BUSINESS RISK AND REPORTING
Compromised routers give attackers leverage over critical traffic paths. Consequently, adversaries can intercept or reroute flows, degrade integrity of logs, and pivot toward internal systems that trust the edge. Because network infrastructure counts as sensitive, many organizations face regulatory reporting obligations when devices get taken over. Therefore, executives need clear metrics: the count of internet-facing management interfaces, median time to patch, number of devices with clean configuration diffs after remediation, and the volume of blocked re-exploitation attempts. With those numbers visible, leadership can set deadlines and track actual risk reduction rather than rely on status claims.

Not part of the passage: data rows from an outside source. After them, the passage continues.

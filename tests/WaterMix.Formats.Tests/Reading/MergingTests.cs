using WaterMix.Core;
using WaterMix.Core.Quantities;
using WaterMix.Core.Samples;
using WaterMix.Formats.Reading;

namespace WaterMix.Formats.Tests.Reading;

/// <summary>Bottle and CTD values of one quantity, the three tables of flags, and bottles that did not trip.</summary>
public class MergingTests
{
    // Bottle value, its flag, CTD value, its flag; then the merged value, flag and origin.
    public static TheoryData<string, string, string, string, double, byte, ValueOrigin> Choices => new()
    {
        { "35.1", "2", "35.2", "2", 35.1, 2, ValueOrigin.Bottle },
        { "35.1", "6", "35.2", "2", 35.1, 6, ValueOrigin.Bottle },
        { "35.1", "3", "35.2", "2", 35.2, 2, ValueOrigin.Ctd },
        { "35.1", "3", "35.2", "6", 35.2, 6, ValueOrigin.Ctd },
        { "35.1", "3", "35.2", "7", 35.2, 7, ValueOrigin.Ctd },
        { "35.1", "7", "35.2", "2", 35.2, 2, ValueOrigin.Ctd }, // 7 is good for a CTD value only
        { "-999", "9", "35.2", "2", 35.2, 2, ValueOrigin.Ctd },
        { "35.1", "3", "35.2", "3", 35.1, 3, ValueOrigin.Bottle },
        { "-999", "9", "35.2", "3", 35.2, 3, ValueOrigin.Ctd },
        { "-999", "5", "-999", "9", double.NaN, 5, ValueOrigin.None },
        { "35.1", "", "35.2", "2", 35.1, 0, ValueOrigin.Bottle },
    };

    [Theory]
    [MemberData(nameof(Choices))]
    public void Merge_BottleFirst_TakesTheAcceptableOne(string bottle, string bottleFlag, string ctd, string ctdFlag, double value, byte flag, ValueOrigin origin)
    {
        SampleTable table = ReadingHelp.Table(
            $"BOTTLE,20000101TEST\nSTNNBR,CTDSAL,CTDSAL_FLAG_W,SALNTY,SALNTY_FLAG_W\n,PSS-78,,PSS-78,\n1,{ctd},{ctdFlag},{bottle},{bottleFlag}\nEND_DATA\n");
        SampleColumn merged = table.Find(Quantity.PracticalSalinity)!;

        Assert.True(merged.IsMerged);
        Assert.Equal((value, flag, origin), (merged.Values[0], merged.FlagAt(0), merged.OriginAt(0)));
        Assert.Equal(bottle == "-999" ? double.NaN : 35.1, table.Find("practical_salinity_bottle")!.Values[0]);
        Assert.Equal(ctd == "-999" ? double.NaN : 35.2, table.Find("practical_salinity_ctd")!.Values[0]);
    }

    [Fact]
    public void Merge_CtdPreferred_TakesTheCtdFirst()
    {
        const string Csv = "station,salinity,salinity_flag,salinity_ctd,salinity_ctd_flag\n1,35.1,2,35.2,2\n2,35.1,2,35.2,4\n3,35.1,4,35.2,4\n";

        SampleColumn merged = ReadingHelp.Table(Csv, new ReadingOptions { Prefer = ValueOrigin.Ctd }).Find(Quantity.PracticalSalinity)!;

        Assert.Equal([35.2, 35.1, 35.2], merged.Values.ToArray());
    }

    [Fact]
    public void Merge_OtherAcceptedFlags_ChangeTheChoice()
    {
        const string Csv = "station,salinity,salinity_flag,salinity_ctd,salinity_ctd_flag\n1,35.1,3,35.2,2\n";

        SampleColumn merged = ReadingHelp.Table(Csv, new ReadingOptions { AcceptedFlags = new AcceptedFlags([2, 3, 6], [2]) }).Find(Quantity.PracticalSalinity)!;

        Assert.Equal(35.1, merged.Values[0]);
    }

    [Fact]
    public void Build_BottleThatDidNotTrip_VoidsItsWaterNotTheCtd()
    {
        const string Csv = "BOTTLE,20000101TEST\nSTNNBR,BTLNBR_FLAG_W,CTDPRS,CTDTMP,CTDSAL,CTDSAL_FLAG_W,SALNTY,SALNTY_FLAG_W,PHSPHT,PHSPHT_FLAG_W,NITRAT,BTL_LAT\n"
            + ",,DBAR,ITS-90,PSS-78,,PSS-78,,UMOL/KG,,UMOL/KG,\n1,4,100,10.5,35.2,2,35.9,2,1.5,2,20.5,-33.5\n1,2,200,9.5,35.1,2,35.1,2,1.6,2,21.5,-33.5\n1,4,300,8.5,35.0,2,-999,9,-999,9,-999,-33.5\nEND_DATA\n";

        SampleTable table = ReadingHelp.Table(Csv);

        SampleColumn phosphate = table.Find(Quantity.Phosphate)!;
        Assert.Equal([double.NaN, 1.6, double.NaN], phosphate.Values.ToArray());
        Assert.Equal([4, 2, 9], phosphate.Flags.ToArray());
        Assert.Equal([double.NaN, 21.5, double.NaN], table.Find(Quantity.Nitrate)!.Values.ToArray());
        Assert.Equal([4, 0, 0], table.Find(Quantity.Nitrate)!.Flags.ToArray());
        SampleColumn salinity = table.Find(Quantity.PracticalSalinity)!;
        Assert.Equal([35.2, 35.1, 35.0], salinity.Values.ToArray());
        Assert.Equal([ValueOrigin.Ctd, ValueOrigin.Bottle, ValueOrigin.Ctd], [salinity.OriginAt(0), salinity.OriginAt(1), salinity.OriginAt(2)]);
        Assert.Equal([10.5, 9.5, 8.5], table.Find(Quantity.InSituTemperature)!.Values.ToArray());
        Assert.Equal([100, 200, 300], table.Find(Quantity.Pressure)!.Values.ToArray());
        Assert.Equal([-33.5, -33.5, -33.5], table.Find("BTL_LAT")!.Values.ToArray());
        Assert.Equal(35.9, table.Find("practical_salinity_bottle")!.Values[0]);
        Assert.Equal([4, 2, 4], table.BottleFlags.ToArray());
    }

    [Fact]
    public void Report_BottlesThatLeakedOrDidNotTrip_CountsThem()
    {
        OpenedSamples opened = SampleReader.Open([ReadingHelp.File("a.csv", "station,bottle_flag,oxygen\n1,4,200\n2,3,201\n3,3,202\n4,2,203\n")], new ReadingOptions());
        (_, ImportReport report, _) = ReadingHelp.ReadAll(opened);

        Assert.Equal((2L, Severity.Warning), report.Findings.Where(f => f.Found.Contains("leaking", StringComparison.Ordinal)).Select(f => (f.Count, f.Severity)).Single());
        Assert.Equal(1L, report.Findings.Single(f => f.Found.Contains("flag 4", StringComparison.Ordinal)).Count);
        Assert.Equal((1L, 3L), (report.Columns[0].Voided, report.Columns[0].Values));
        Assert.Equal(2L, report.BottleFlags[3]);
    }

    [Fact]
    public void Build_CtdCastAndBottleFileTogether_HaveTheSameColumns()
    {
        InputFile bottle = ReadingHelp.File("a_hy1.csv", "BOTTLE,20000101TEST\nSTNNBR,CTDPRS,SALNTY,SALNTY_FLAG_W\n,DBAR,PSS-78,\n1,10,35.1,2\nEND_DATA\n");
        InputFile ctd = ReadingHelp.File("b_ct1.csv", "CTD,20000101TEST\nNUMBER_HEADERS = 2\nSTNNBR = 1\nCTDPRS,CTDSAL,CTDSAL_FLAG_W\nDBAR,PSS-78,\n12,35.2,2\nEND_DATA\n");

        (List<SampleBlock> blocks, _, OpenedSamples opened) = ReadingHelp.ReadAll(SampleReader.Open([bottle, ctd], new ReadingOptions()));

        Assert.Equal(["pressure", "practical_salinity", "practical_salinity_bottle", "practical_salinity_ctd"], opened.Schema.Columns.Select(c => c.Id));
        Assert.All(blocks, b => Assert.Equal(opened.Schema.Columns.Select(c => (c.Id, c.HasFlags, c.IsMerged)), b.Table.Columns.Select(c => (c.Id, c.HasFlags, c.IsMerged))));
        Assert.Equal([35.1, 35.2], blocks.Select(b => b.Table.Find(Quantity.PracticalSalinity)!.Values[0]));
    }
}
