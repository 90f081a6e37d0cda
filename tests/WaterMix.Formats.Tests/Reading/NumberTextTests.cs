using System.Globalization;
using System.Text;
using CsCheck;
using WaterMix.Formats.Reading;

namespace WaterMix.Formats.Tests.Reading;

public class NumberTextTests
{
    // Agreement: .NET's own parser rounds correctly (IEEE 754).
    [Fact]
    public void TryParse_DecimalsOfAnyLength_AgreesWithDoubleParseToTheBit() =>
        Gen.Select(Gen.Bool, Gen.ULong, Gen.Int[0, 20]).Sample((negative, digits, decimals) =>
        {
            string text = digits.ToString(CultureInfo.InvariantCulture).PadLeft(decimals + 1, '0');
            text = (negative ? "-" : "") + text[..^decimals] + (decimals > 0 ? "." + text[^decimals..] : "");

            Assert.True(NumberText.TryParse(Encoding.UTF8.GetBytes(text), (byte)'.', out double value));
            Assert.Equal(BitConverter.DoubleToInt64Bits(double.Parse(text, CultureInfo.InvariantCulture)), BitConverter.DoubleToInt64Bits(value));
        });

    [Fact]
    public void TryParse_RoundTripText_GivesTheSameBits() =>
        Gen.Double.Where(double.IsFinite).Sample(number =>
        {
            Assert.True(NumberText.TryParse(Encoding.UTF8.GetBytes(number.ToString("R", CultureInfo.InvariantCulture)), (byte)'.', out double value));
            Assert.Equal(BitConverter.DoubleToInt64Bits(number), BitConverter.DoubleToInt64Bits(value));
        });

    [Theory]
    [InlineData("3,1", 3.1)]
    [InlineData("-0,02", -0.02)]
    [InlineData("1,5e3", 1500)]
    [InlineData("7", 7)]
    public void TryParse_DecimalComma_Reads(string text, double expected)
    {
        Assert.True(NumberText.TryParse(Encoding.UTF8.GetBytes(text), (byte)',', out double value));
        Assert.Equal(expected, value);
    }

    [Theory]
    [InlineData("", '.')]
    [InlineData("-", '.')]
    [InlineData(".", '.')]
    [InlineData("3,1", '.')]
    [InlineData("3.1", ',')]
    [InlineData("1.2.3", '.')]
    [InlineData("<0.02", '.')]
    [InlineData("n.d.", '.')]
    public void TryParse_NoNumber_SaysSo(string text, char mark) =>
        Assert.False(NumberText.TryParse(Encoding.UTF8.GetBytes(text), (byte)mark, out _));
}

HOW TEAMS SLIP AND HOW TO AVOID IT
Teams often miss small but decisive details. For example, they patch the main cluster yet leave remote branches unchanged. Likewise, they restrict the web UI at the firewall while a NAT rule leaks access from a legacy range. In other cases, they rotate local credentials but forget TACACS+ shared secrets that grant indirect admin access. To avoid these gaps, run a “two-person integrity” check for every remediation, and include branches, lab gear, and partner-managed sites. Additionally, store a golden configuration and compare post-change output line by line. Because attackers probe relentlessly, a single oversight invites a new foothold.
PLAYBOOK CHECKS YOU CAN AUTOMATE
Automation raises assurance without slowing teams down. Start with a scheduled scan that confirms the web UI never answers externally. Then trigger a configuration diff weekly and alert when HTTP services or management ACLs change. Next, extract privilege 15 user lists and compare them against an allowlist. Moreover, parse TACACS+ logs for admin commands executed outside maintenance windows. Finally, pipe edge events to your SIEM and create a simple sequence rule: exploit-like HTTP hits followed by configuration changes or user creation. When that rule fires, responders can act before the shell appears again.